▶ **What is required**:
Every line with "QualityLimits" in it should be copied from the data.

=== Section Start ===

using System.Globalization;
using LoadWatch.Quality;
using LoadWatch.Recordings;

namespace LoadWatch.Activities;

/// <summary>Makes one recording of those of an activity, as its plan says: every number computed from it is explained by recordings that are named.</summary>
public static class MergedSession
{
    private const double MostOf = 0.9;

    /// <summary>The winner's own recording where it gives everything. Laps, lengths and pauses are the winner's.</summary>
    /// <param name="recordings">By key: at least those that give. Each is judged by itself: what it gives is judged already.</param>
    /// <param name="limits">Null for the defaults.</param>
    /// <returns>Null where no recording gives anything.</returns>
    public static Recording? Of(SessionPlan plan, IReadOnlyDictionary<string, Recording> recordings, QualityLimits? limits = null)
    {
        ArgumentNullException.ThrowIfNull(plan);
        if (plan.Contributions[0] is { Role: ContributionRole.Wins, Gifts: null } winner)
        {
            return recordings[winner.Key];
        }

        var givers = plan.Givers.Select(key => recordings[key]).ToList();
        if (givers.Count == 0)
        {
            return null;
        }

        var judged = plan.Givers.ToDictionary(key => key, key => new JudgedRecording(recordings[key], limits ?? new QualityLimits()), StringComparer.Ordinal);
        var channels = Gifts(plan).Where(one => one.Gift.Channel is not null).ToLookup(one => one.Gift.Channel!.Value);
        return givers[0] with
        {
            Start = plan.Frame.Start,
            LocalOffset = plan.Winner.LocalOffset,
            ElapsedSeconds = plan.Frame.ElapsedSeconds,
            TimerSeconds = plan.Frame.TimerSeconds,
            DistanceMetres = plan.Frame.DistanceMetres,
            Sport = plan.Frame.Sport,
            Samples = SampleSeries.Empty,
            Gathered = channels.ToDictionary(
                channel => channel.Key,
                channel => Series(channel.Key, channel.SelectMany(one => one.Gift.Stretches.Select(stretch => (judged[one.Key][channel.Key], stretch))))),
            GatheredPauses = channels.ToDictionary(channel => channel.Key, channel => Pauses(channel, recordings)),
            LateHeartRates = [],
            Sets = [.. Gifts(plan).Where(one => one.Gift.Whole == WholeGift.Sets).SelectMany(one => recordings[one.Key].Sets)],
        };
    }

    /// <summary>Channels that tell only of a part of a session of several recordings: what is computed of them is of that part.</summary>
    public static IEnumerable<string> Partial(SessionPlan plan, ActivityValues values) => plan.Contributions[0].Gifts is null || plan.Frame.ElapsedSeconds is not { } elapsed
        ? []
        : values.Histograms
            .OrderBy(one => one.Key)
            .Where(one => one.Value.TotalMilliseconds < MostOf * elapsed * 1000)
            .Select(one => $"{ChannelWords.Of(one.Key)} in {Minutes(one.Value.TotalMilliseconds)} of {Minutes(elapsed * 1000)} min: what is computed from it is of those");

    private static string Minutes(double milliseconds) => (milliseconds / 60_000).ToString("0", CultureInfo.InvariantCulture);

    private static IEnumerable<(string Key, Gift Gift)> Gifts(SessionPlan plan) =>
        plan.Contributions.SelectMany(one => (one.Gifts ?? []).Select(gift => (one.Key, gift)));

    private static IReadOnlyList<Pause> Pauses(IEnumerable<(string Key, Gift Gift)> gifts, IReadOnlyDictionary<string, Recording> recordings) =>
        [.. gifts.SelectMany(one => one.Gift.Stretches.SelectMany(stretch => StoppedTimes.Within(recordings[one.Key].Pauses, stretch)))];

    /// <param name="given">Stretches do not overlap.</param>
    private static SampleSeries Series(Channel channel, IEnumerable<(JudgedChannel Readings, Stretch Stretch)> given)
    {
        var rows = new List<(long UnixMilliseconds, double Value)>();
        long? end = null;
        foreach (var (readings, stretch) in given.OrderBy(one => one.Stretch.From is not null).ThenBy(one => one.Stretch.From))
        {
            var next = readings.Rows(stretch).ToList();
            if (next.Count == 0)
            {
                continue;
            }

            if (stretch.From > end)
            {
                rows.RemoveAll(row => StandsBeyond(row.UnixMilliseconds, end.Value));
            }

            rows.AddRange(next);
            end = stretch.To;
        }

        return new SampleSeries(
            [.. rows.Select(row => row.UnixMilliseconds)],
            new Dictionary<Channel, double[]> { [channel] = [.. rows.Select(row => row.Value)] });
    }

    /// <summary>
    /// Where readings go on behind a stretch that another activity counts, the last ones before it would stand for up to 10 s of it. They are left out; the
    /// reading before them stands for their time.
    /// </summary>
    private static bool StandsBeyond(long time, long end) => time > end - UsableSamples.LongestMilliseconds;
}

=== Section End ===
=== Section Start ===

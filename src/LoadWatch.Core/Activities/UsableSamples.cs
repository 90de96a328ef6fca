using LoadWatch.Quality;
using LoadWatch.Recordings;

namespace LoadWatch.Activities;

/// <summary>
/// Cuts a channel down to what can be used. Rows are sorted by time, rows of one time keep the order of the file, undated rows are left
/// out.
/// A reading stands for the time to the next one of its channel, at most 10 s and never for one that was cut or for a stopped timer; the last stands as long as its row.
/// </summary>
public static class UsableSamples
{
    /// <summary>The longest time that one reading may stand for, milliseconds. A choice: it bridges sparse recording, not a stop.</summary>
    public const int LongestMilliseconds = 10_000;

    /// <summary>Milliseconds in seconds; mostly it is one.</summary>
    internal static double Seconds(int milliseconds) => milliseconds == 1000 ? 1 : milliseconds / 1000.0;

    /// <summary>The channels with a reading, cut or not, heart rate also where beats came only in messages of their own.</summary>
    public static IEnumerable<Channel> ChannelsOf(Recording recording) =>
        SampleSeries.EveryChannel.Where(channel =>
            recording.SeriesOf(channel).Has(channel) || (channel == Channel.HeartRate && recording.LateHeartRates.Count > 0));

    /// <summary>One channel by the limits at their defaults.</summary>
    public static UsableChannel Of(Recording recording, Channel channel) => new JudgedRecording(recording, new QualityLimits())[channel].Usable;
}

=== Section End ===
=== Section Start ===

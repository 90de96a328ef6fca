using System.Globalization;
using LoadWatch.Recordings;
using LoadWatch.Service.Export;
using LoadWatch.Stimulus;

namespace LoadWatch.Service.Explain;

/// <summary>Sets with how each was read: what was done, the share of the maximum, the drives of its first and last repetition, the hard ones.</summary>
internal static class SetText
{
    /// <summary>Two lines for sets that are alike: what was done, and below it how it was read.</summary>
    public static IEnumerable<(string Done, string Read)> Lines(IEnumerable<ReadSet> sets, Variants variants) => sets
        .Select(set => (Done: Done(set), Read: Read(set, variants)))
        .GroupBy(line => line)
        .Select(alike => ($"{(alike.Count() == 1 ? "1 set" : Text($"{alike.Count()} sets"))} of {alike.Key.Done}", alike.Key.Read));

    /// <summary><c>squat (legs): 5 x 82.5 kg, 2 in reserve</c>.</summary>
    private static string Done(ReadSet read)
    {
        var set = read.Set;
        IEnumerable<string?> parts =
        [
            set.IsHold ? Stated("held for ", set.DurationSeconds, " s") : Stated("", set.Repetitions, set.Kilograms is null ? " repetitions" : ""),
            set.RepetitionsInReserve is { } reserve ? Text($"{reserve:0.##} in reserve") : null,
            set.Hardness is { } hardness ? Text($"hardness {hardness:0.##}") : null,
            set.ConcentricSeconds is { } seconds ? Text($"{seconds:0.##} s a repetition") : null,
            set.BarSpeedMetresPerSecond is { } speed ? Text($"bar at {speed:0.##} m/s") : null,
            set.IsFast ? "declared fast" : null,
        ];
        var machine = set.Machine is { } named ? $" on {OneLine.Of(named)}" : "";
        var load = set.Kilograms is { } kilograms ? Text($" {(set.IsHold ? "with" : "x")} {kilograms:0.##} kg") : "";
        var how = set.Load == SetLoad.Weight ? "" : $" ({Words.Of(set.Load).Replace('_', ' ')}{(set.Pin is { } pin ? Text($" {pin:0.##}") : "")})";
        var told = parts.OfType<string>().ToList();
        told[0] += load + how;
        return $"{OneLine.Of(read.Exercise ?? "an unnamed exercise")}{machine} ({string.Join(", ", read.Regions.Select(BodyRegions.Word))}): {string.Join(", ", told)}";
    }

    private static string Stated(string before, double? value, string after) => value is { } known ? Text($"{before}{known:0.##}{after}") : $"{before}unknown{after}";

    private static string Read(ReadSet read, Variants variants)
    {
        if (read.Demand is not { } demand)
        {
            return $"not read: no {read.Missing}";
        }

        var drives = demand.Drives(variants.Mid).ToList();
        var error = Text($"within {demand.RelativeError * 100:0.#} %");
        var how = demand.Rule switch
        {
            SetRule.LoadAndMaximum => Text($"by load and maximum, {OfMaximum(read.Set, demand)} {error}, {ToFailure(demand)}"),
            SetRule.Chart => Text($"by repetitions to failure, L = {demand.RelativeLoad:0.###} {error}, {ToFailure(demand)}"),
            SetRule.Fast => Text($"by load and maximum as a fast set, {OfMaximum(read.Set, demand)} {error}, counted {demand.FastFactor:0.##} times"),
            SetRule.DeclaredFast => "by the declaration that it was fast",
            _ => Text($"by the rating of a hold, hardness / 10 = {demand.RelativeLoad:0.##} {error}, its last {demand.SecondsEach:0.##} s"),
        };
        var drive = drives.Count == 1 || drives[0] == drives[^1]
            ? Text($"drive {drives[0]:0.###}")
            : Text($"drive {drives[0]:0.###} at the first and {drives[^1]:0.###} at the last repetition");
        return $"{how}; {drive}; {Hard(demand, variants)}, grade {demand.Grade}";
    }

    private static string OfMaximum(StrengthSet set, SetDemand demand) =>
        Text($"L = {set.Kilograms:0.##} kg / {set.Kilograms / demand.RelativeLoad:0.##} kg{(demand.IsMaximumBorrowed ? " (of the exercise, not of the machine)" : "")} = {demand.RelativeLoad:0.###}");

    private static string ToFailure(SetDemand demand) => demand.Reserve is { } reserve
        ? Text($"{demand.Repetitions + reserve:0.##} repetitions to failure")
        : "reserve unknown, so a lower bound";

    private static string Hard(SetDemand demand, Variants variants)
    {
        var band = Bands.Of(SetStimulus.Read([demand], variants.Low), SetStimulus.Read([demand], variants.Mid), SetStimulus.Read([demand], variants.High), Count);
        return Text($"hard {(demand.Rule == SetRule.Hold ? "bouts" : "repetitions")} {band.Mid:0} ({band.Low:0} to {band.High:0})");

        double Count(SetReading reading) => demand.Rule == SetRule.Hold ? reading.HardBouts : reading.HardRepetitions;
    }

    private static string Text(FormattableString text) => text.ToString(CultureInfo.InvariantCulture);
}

=== Section End ===

▶ **Solution**:
    public static Recording? Of(SessionPlan plan, IReadOnlyDictionary<string, Recording> recordings, QualityLimits? limits = null)
        var judged = plan.Givers.ToDictionary(key => key, key => new JudgedRecording(recordings[key], limits ?? new QualityLimits()), StringComparer.Ordinal);
    public static UsableChannel Of(Recording recording, Channel channel) => new JudgedRecording(recording, new QualityLimits())[channel].Usable;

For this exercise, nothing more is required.